◆ TASK: If a line in the entries contains the string "tuple", include that line in your answer.

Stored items
↓↓↓

def _status_mb(pid: int, key: str) -> float | None:
    """A kB field of /proc/PID/status (proc(5)) in MB, None if the process is gone."""
    try:
        for line in Path(f"/proc/{pid}/status").read_text().splitlines():
            if line.startswith(key):
                return int(line.split()[1]) / 1024.0
    except OSError:
        return None
    return None


def pid_peak_rss_mb(pid: int) -> float | None:
    """Peak resident set size (VmHWM) of a process in MB, None if it is gone.

    Not ``ru_maxrss``: a spawned child inherits that from the parent it was forked from.
    """
    return _status_mb(pid, "VmHWM:")


def pid_rss_mb(pid: int) -> float | None:
    """Resident set size (VmRSS) of a process now, in MB; None if it is gone."""
    return _status_mb(pid, "VmRSS:")


def pid_children(pid: int) -> list[int]:
    """The direct children of ``pid`` (the gateway's MQTT ingest process: [process] ingest)."""
    try:
        return [int(c) for c in Path(f"/proc/{pid}/task/{pid}/children").read_text().split()]
    except (OSError, ValueError):
        return []


def tree_mb(pid: int, per_pid: Callable[[int], float | None]) -> float | None:
    """``per_pid`` (pid_rss_mb, pid_peak_rss_mb) summed over a process and its children:
    the gateway with its ingest process. Shared library pages count in each. None if
    ``pid`` is gone."""
    own = per_pid(pid)
    if own is None:
        return None
    return own + sum(per_pid(c) or 0.0 for c in pid_children(pid))


def tree_cpu_s(pid: int) -> float:
    """CPU seconds of a process and its children so far."""
    return pid_cpu_s(pid) + sum(pid_cpu_s(c) for c in pid_children(pid))


def pid_cpu_s(pid: int | None) -> float:
    """User + system CPU seconds of a process so far (0.0 if it is gone)."""
    if pid is None:
        return 0.0
    try:
        fields = Path(f"/proc/{pid}/stat").read_text().rsplit(")", 1)[1].split()
    except OSError:
        return 0.0
    # fields after the command name: state is [0], utime [11], stime [12] (proc(5))
    return (int(fields[11]) + int(fields[12])) / os.sysconf("SC_CLK_TCK")


# ------------------------------------------------------------------------------------ payloads


@dataclass(frozen=True)
class PayloadSet:
    """A simulated herd's frames encoded as JSON and as binary, in send order, on disk.

    ``index`` has one row per frame: collar index, send time (seconds since ``start``), and
    where the JSON and binary bytes sit in their files.
    """

    path: Path
    collar_ids: tuple[str, ...]
    seconds: float
    start: float
    seed: int
    frames: int
    samples: int

    @property
    def collars(self) -> int:
        return len(self.collar_ids)

    @classmethod
    def open(cls, path: Path) -> PayloadSet:
        meta = json.loads((path / "meta.json").read_text())
        return cls(
            path=path,
            collar_ids=tuple(meta["collar_ids"]),
            seconds=float(meta["seconds"]),
            start=float(meta["start"]),
            seed=int(meta["seed"]),
            frames=int(meta["frames"]),
            samples=int(meta["samples"]),
        )

    def index(self) -> np.ndarray:
        return np.load(self.path / "index.npy")

    def data(self, fmt: str) -> bytes:
        return (self.path / f"{fmt}.bin").read_bytes()

    def topics(self) -> list[str]:
        from .wire import collar_topic

        return [collar_topic(TOPIC_PREFIX, SITE, c) for c in self.collar_ids]

    def payloads(self, fmt: str, until_s: float | None = None) -> Iterator[tuple[int, bytes]]:
        """``(collar index, payload)`` in send order, up to ``until_s`` seconds of herd time."""
        idx, data = self.index(), self.data(fmt)
        off, ln = idx[f"{fmt}_off"], idx[f"{fmt}_len"]
        for i in range(len(idx)):
            if until_s is not None and idx["sent"][i] >= until_s:
                break
            yield int(idx["collar"][i]), data[off[i] : off[i] + ln[i]]

    def count(self, until_s: float | None = None) -> tuple[int, int]:
        """Frames and samples sent before ``until_s`` seconds of herd time."""
        idx = self.index()
        sel = idx if until_s is None else idx[idx["sent"] < until_s]
        return int(len(sel)), int(sel["samples"].sum())


def build_payloads(
    path: Path,
    collars: int,
    seconds: float,
    *,
    seed: int = 1,
    start: float | None = None,
    progress: Callable[[float], None] | None = None,
) -> PayloadSet:
    """Simulate ``collars`` collars for ``seconds`` and write both encodings under ``path``.

    The herd starts ``seconds`` + 60 s before now unless ``start`` is given, so every frame
    is in the recent past for the gateway's clock rule however fast it is replayed.
    """
    from simulator.herd import Herd

    from .types import Frame
    from .wire import encode_binary, encode_json

    if collars < 1 or seconds <= 0:
        raise ConfigError("a benchmark herd needs at least one collar and a positive duration")
    path.mkdir(parents=True, exist_ok=True)
    start = float(math.floor(time.time() - seconds - 60.0)) if start is None else float(start)
    herd = Herd(
        collars, seed=seed, start=start, hz=COLLAR_HZ, frame_s=FRAME_S, days=seconds / 86400.0
    )
    ids = [herd.collar_ids[i] for i in herd.local]
    rows: list[tuple] = []
    j_off = b_off = 0
    with open(path / "json.bin", "wb") as fj, open(path / "binary.bin", "wb") as fb:
        for block in herd.blocks():
            if len(block) == 0:
                continue
            seqs = (block.seq % 2**32).tolist()
            for j, (r, t, v, sent) in enumerate(
                zip(
                    block.row.tolist(),
                    block.t.tolist(),
                    block.battery_v.tolist(),
                    block.sent.tolist(),
                    strict=True,
                )
            ):
                frame = Frame(ids[r], seqs[j], t, herd.hz, block.acc[j], v)
                pj, pb = encode_json(frame), encode_binary(frame, range_g=herd.sensor.range_g)
                fj.write(pj)
                fb.write(pb)
                rows.append((r, sent - start, j_off, len(pj), b_off, len(pb), frame.n))
                j_off += len(pj)
                b_off += len(pb)
            if progress is not None:
                progress(min(1.0, float(block.sent[-1] - start) / seconds))
    index = np.array(rows, dtype=_INDEX_DTYPE)
    np.save(path / "index.npy", index)
    meta = {
        "collar_ids": ids,
        "seconds": float(seconds),
        "start": start,
        "seed": seed,
        "frames": int(len(index)),
        "samples": int(index["samples"].sum()) if len(index) else 0,
        "collar_hz": COLLAR_HZ,
        "frame_s": FRAME_S,
    }
    (path / "meta.json").write_text(json.dumps(meta))
    return PayloadSet.open(path)


# -------------------------------------------------------------------------------------- broker


@contextmanager
def bench_broker(workdir: Path, max_queued: int = 2_000_000) -> Iterator[Any]:
    """A Mosquitto of the benchmark's own, stopped by its pid however the block ends."""
    from .servers import start_mosquitto

    workdir.mkdir(parents=True, exist_ok=True)
    template = workdir / "bench-mosquitto.conf.in"
    template.write_text(BENCH_MOSQUITTO)
    srv = start_mosquitto(
        workdir, template, max_queued=max(1000, int(max_queued)), max_inflight=1000
    )
    try:
        yield srv
    finally:
        srv.stop()


# --------------------------------------------------------------------- decode and model alone


def decode_speed(payloads: PayloadSet, limit: int = 50_000, passes: int = 5) -> dict[str, Any]:
    """CPU microseconds per frame of :func:`gateway.wire.decode`, JSON and binary, on the
    same frames: the median of ``passes`` passes over the first ``limit`` of each.
    """
    from .wire import decode

    ids = payloads.collar_ids
    out: dict[str, Any] = {}
    for fmt in FORMATS:
        items = []
        for c, p in payloads.payloads(fmt):
            items.append((ids[c], p))
            if len(items) >= limit:
                break
        per: list[float] = []
        for _ in range(passes):
            # CPU time, not wall time: on a shared machine being descheduled is not decoding
            t0 = time.process_time()
            for cid, p in items:
                decode(p, cid)
            per.append((time.process_time() - t0) / max(1, len(items)) * 1e6)
        out[f"{fmt}_decode_us"] = statistics.median(per)
        out[f"{fmt}_bytes_per_frame"] = (
            sum(len(p) for _, p in items) / len(items) if items else None
        )
    j, b = out["json_decode_us"], out["binary_decode_us"]
    out["binary_speedup"] = j / b if b else None
    return out


def herd_windows(
    payloads: PayloadSet, model: Any, until_s: float | None = None, fmt: str = "binary"
) -> np.ndarray:
    """The windows the gateway cuts from these frames (gateway.windows), ``[N, 3, T]``."""
    from .windows import Windows
    from .wire import decode

    w = Windows(
        sample_rate_hz=model.sample_rate_hz, window_len=model.window_len, hop_len=model.hop_len
    )
    ids = payloads.collar_ids
    xs: list[np.ndarray] = []
    for i, (c, p) in enumerate(payloads.payloads(fmt, until_s)):
        frame = decode(p, ids[c])
        if frame:
            w.push(frame, ids[c])
        if i % 5000 == 4999:
            xs.append(w.collect().batch.x)
    xs.append(w.collect().batch.x)
    return np.concatenate(xs)


def onnx_alone(
    payloads: PayloadSet,
    model_path: str | None = None,
    until_s: float | None = None,
    min_time_s: float = 2.0,
) -> dict[str, Any]:
    """onnxruntime alone on the herd's windows, one window per collar per call.

    Batches of one window per collar (capped at the default ``batch_max``) are what the
    gateway's inference sees when the whole herd's hop comes due together.
    """
    from .config import ModelSettings
    from .model import load_model

    model = load_model(model_path)
    x = herd_windows(payloads, model, until_s)
    if len(x) == 0:
        return {"windows": 0, "windows_per_s": None, "frames_per_s_equivalent": None}
    batch = max(1, min(payloads.collars, ModelSettings().batch_max, len(x)))
    model.predict(x[:batch])  # warm-up: the first call allocates
    done, t0, cpu0 = 0, time.perf_counter(), time.process_time()
    while True:
        for i in range(0, len(x), batch):
            done += len(model.predict(x[i : i + batch]))
        elapsed = time.perf_counter() - t0
        if elapsed >= min_time_s:
            break
    cpu = time.process_time() - cpu0
    wps = done / elapsed
    return {
        "windows": int(len(x)),
        "batch": batch,
        "windows_per_s": wps,
        "us_per_window": 1e6 / wps,
        "cpu_us_per_window": 1e6 * cpu / done,
        # one window per collar per hop stands for a hop's worth of that collar's frames
        "frames_per_s_equivalent": wps * model.hop_s / FRAME_S,
    }


# --------------------------------------------------------------------------------- profiles


def profile_summary(path: Path, top: int = 15) -> dict[str, Any]:
    """Where a py-spy raw profile (folded stacks, one ``frame;frame;... count`` a line) spent
    its samples: the functions with the most samples of their own, and per module."""
    own: dict[str, int] = {}
    modules: dict[str, int] = {}
    total = 0
    for line in path.read_text(errors="replace").splitlines():
        stack, _, count = line.rpartition(" ")
        if not stack or not count.isdigit():
            continue
        n = int(count)
        total += n
        leaf = stack.rsplit(";", 1)[-1]
        name, _, where = leaf.partition(" (")
        where = where.rsplit(":", 1)[0].rstrip(")").split("/site-packages/")[-1]
        key = f"{name} ({where})"
        own[key] = own.get(key, 0) + n
        module = where or "?"
        modules[module] = modules.get(module, 0) + n

    def share(d: dict[str, int]) -> list[tuple[str, float]]:
        ranked = sorted(d.items(), key=lambda kv: -kv[1])[:top]
        return [(k, round(100.0 * v / total, 1)) for k, v in ranked]

    return {"samples": total, "own_percent": share(own), "module_percent": share(modules)}


# --------------------------------------------------------------------------------- targets


@dataclass(frozen=True)
class Target:
    name: str
    text: str


TARGETS = (
    Target("headroom_10000", "10,000 collars in real time with >= 1.5x headroom"),
    Target("ratio_bare_json", "gateway throughput >= 0.6 of the bare subscriber (JSON)"),
    Target("binary_speedup", "binary decode >= 2x faster than JSON"),
    Target("p99_latency_1000", "p99 window-to-stored latency <= 250 ms at 1,000 collars"),
    Target("rss_10000", "peak RSS <= 250 MB at 10,000 collars"),
    Target("cost_flat", "CPU per frame flat from 100 to 10,000 collars (max/min <= 1.25)"),
)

↑↑↑

◆ WRITTEN REPLY:
    collar_ids: tuple[str, ...]
            collar_ids=tuple(meta["collar_ids"]),
    def payloads(self, fmt: str, until_s: float | None = None) -> Iterator[tuple[int, bytes]]:
    def count(self, until_s: float | None = None) -> tuple[int, int]:
    rows: list[tuple] = []
    def share(d: dict[str, int]) -> list[tuple[str, float]]:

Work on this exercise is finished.